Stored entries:
════════

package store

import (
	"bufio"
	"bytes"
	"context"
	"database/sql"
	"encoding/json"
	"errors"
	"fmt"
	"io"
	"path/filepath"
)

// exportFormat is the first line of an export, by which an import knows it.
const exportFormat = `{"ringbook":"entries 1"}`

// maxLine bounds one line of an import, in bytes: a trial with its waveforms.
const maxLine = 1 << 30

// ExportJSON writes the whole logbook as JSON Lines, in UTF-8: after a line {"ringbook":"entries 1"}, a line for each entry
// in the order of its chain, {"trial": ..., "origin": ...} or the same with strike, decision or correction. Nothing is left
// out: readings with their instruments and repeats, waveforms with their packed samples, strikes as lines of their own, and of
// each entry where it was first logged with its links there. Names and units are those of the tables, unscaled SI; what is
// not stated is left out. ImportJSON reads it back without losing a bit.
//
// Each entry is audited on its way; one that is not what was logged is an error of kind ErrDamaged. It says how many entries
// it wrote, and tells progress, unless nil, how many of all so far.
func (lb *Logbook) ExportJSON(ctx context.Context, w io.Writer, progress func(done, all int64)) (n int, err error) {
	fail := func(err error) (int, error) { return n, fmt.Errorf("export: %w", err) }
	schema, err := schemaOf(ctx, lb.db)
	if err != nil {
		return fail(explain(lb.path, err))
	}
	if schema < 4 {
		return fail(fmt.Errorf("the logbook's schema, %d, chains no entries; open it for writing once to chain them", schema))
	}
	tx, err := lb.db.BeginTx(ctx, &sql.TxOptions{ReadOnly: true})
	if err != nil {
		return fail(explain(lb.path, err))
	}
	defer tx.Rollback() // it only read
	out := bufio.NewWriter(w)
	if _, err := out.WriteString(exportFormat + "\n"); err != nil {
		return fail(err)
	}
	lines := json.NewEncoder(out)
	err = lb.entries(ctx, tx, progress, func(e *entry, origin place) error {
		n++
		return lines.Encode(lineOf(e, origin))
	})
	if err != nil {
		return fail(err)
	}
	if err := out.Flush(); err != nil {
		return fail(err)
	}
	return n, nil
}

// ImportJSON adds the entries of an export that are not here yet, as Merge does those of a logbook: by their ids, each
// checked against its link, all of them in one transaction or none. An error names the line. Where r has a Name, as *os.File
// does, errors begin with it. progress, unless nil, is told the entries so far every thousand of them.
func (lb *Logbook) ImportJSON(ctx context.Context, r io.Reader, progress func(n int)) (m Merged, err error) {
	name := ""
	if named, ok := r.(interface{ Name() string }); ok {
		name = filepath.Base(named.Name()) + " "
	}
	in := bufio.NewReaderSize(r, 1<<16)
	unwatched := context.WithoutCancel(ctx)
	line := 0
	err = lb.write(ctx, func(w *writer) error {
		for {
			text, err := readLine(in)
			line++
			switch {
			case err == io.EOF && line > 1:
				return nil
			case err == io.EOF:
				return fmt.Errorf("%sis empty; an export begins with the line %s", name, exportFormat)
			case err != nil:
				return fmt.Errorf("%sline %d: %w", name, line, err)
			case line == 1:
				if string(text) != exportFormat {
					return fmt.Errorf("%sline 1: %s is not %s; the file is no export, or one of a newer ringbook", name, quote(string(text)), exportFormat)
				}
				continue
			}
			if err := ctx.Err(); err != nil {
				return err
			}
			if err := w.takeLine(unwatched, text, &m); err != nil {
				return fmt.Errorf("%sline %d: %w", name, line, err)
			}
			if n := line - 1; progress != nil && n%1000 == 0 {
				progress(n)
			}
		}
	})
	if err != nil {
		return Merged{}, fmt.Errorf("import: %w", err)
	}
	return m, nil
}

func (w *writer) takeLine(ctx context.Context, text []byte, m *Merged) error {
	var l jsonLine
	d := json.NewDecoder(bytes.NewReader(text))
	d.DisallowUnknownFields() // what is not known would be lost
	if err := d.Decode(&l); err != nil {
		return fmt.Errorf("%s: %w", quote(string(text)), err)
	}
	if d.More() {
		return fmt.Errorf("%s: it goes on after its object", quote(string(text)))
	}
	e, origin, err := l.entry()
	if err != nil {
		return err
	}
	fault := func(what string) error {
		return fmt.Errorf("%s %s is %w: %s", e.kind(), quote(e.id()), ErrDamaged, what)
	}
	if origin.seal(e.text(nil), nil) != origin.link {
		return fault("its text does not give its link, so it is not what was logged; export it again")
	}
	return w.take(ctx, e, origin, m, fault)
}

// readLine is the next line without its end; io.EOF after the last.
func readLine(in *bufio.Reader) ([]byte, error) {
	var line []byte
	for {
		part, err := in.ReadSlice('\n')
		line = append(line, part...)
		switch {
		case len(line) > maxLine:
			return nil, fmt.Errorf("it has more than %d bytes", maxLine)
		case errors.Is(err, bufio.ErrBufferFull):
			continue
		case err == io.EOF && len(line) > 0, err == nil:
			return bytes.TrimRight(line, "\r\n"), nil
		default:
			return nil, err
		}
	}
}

════════

◆ To do
Repeat the data verbatim.

◆ Task solution
package store

import (
	"bufio"
	"bytes"
	"context"
	"database/sql"
	"encoding/json"
	"errors"
	"fmt"
	"io"
	"path/filepath"
)

// exportFormat is the first line of an export, by which an import knows it.
const exportFormat = `{"ringbook":"entries 1"}`

// maxLine bounds one line of an import, in bytes: a trial with its waveforms.
const maxLine = 1 << 30

// ExportJSON writes the whole logbook as JSON Lines, in UTF-8: after a line {"ringbook":"entries 1"}, a line for each entry
// in the order of its chain, {"trial": ..., "origin": ...} or the same with strike, decision or correction. Nothing is left
// out: readings with their instruments and repeats, waveforms with their packed samples, strikes as lines of their own, and of
// each entry where it was first logged with its links there. Names and units are those of the tables, unscaled SI; what is
// not stated is left out. ImportJSON reads it back without losing a bit.
//
// Each entry is audited on its way; one that is not what was logged is an error of kind ErrDamaged. It says how many entries
// it wrote, and tells progress, unless nil, how many of all so far.
func (lb *Logbook) ExportJSON(ctx context.Context, w io.Writer, progress func(done, all int64)) (n int, err error) {
	fail := func(err error) (int, error) { return n, fmt.Errorf("export: %w", err) }
	schema, err := schemaOf(ctx, lb.db)
	if err != nil {
		return fail(explain(lb.path, err))
	}
	if schema < 4 {
		return fail(fmt.Errorf("the logbook's schema, %d, chains no entries; open it for writing once to chain them", schema))
	}
	tx, err := lb.db.BeginTx(ctx, &sql.TxOptions{ReadOnly: true})
	if err != nil {
		return fail(explain(lb.path, err))
	}
	defer tx.Rollback() // it only read
	out := bufio.NewWriter(w)
	if _, err := out.WriteString(exportFormat + "\n"); err != nil {
		return fail(err)
	}
	lines := json.NewEncoder(out)
	err = lb.entries(ctx, tx, progress, func(e *entry, origin place) error {
		n++
		return lines.Encode(lineOf(e, origin))
	})
	if err != nil {
		return fail(err)
	}
	if err := out.Flush(); err != nil {
		return fail(err)
	}
	return n, nil
}

// ImportJSON adds the entries of an export that are not here yet, as Merge does those of a logbook: by their ids, each
// checked against its link, all of them in one transaction or none. An error names the line. Where r has a Name, as *os.File
// does, errors begin with it. progress, unless nil, is told the entries so far every thousand of them.
func (lb *Logbook) ImportJSON(ctx context.Context, r io.Reader, progress func(n int)) (m Merged, err error) {
	name := ""
	if named, ok := r.(interface{ Name() string }); ok {
		name = filepath.Base(named.Name()) + " "
	}
	in := bufio.NewReaderSize(r, 1<<16)
	unwatched := context.WithoutCancel(ctx)
	line := 0
	err = lb.write(ctx, func(w *writer) error {
		for {
			text, err := readLine(in)
			line++
			switch {
			case err == io.EOF && line > 1:
				return nil
			case err == io.EOF:
				return fmt.Errorf("%sis empty; an export begins with the line %s", name, exportFormat)
			case err != nil:
				return fmt.Errorf("%sline %d: %w", name, line, err)
			case line == 1:
				if string(text) != exportFormat {
					return fmt.Errorf("%sline 1: %s is not %s; the file is no export, or one of a newer ringbook", name, quote(string(text)), exportFormat)
				}
				continue
			}
			if err := ctx.Err(); err != nil {
				return err
			}
			if err := w.takeLine(unwatched, text, &m); err != nil {
				return fmt.Errorf("%sline %d: %w", name, line, err)
			}
			if n := line - 1; progress != nil && n%1000 == 0 {
				progress(n)
			}
		}
	})
	if err != nil {
		return Merged{}, fmt.Errorf("import: %w", err)
	}
	return m, nil
}

func (w *writer) takeLine(ctx context.Context, text []byte, m *Merged) error {
	var l jsonLine
	d := json.NewDecoder(bytes.NewReader(text))
	d.DisallowUnknownFields() // what is not known would be lost
	if err := d.Decode(&l); err != nil {
		return fmt.Errorf("%s: %w", quote(string(text)), err)
	}
	if d.More() {
		return fmt.Errorf("%s: it goes on after its object", quote(string(text)))
	}
	e, origin, err := l.entry()
	if err != nil {
		return err
	}
	fault := func(what string) error {
		return fmt.Errorf("%s %s is %w: %s", e.kind(), quote(e.id()), ErrDamaged, what)
	}
	if origin.seal(e.text(nil), nil) != origin.link {
		return fault("its text does not give its link, so it is not what was logged; export it again")
	}
	return w.take(ctx, e, origin, m, fault)
}

// readLine is the next line without its end; io.EOF after the last.
func readLine(in *bufio.Reader) ([]byte, error) {
	var line []byte
	for {
		part, err := in.ReadSlice('\n')
		line = append(line, part...)
		switch {
		case len(line) > maxLine:
			return nil, fmt.Errorf("it has more than %d bytes", maxLine)
		case errors.Is(err, bufio.ErrBufferFull):
			continue
		case err == io.EOF && len(line) > 0, err == nil:
			return bytes.TrimRight(line, "\r\n"), nil
		default:
			return nil, err
		}
	}
}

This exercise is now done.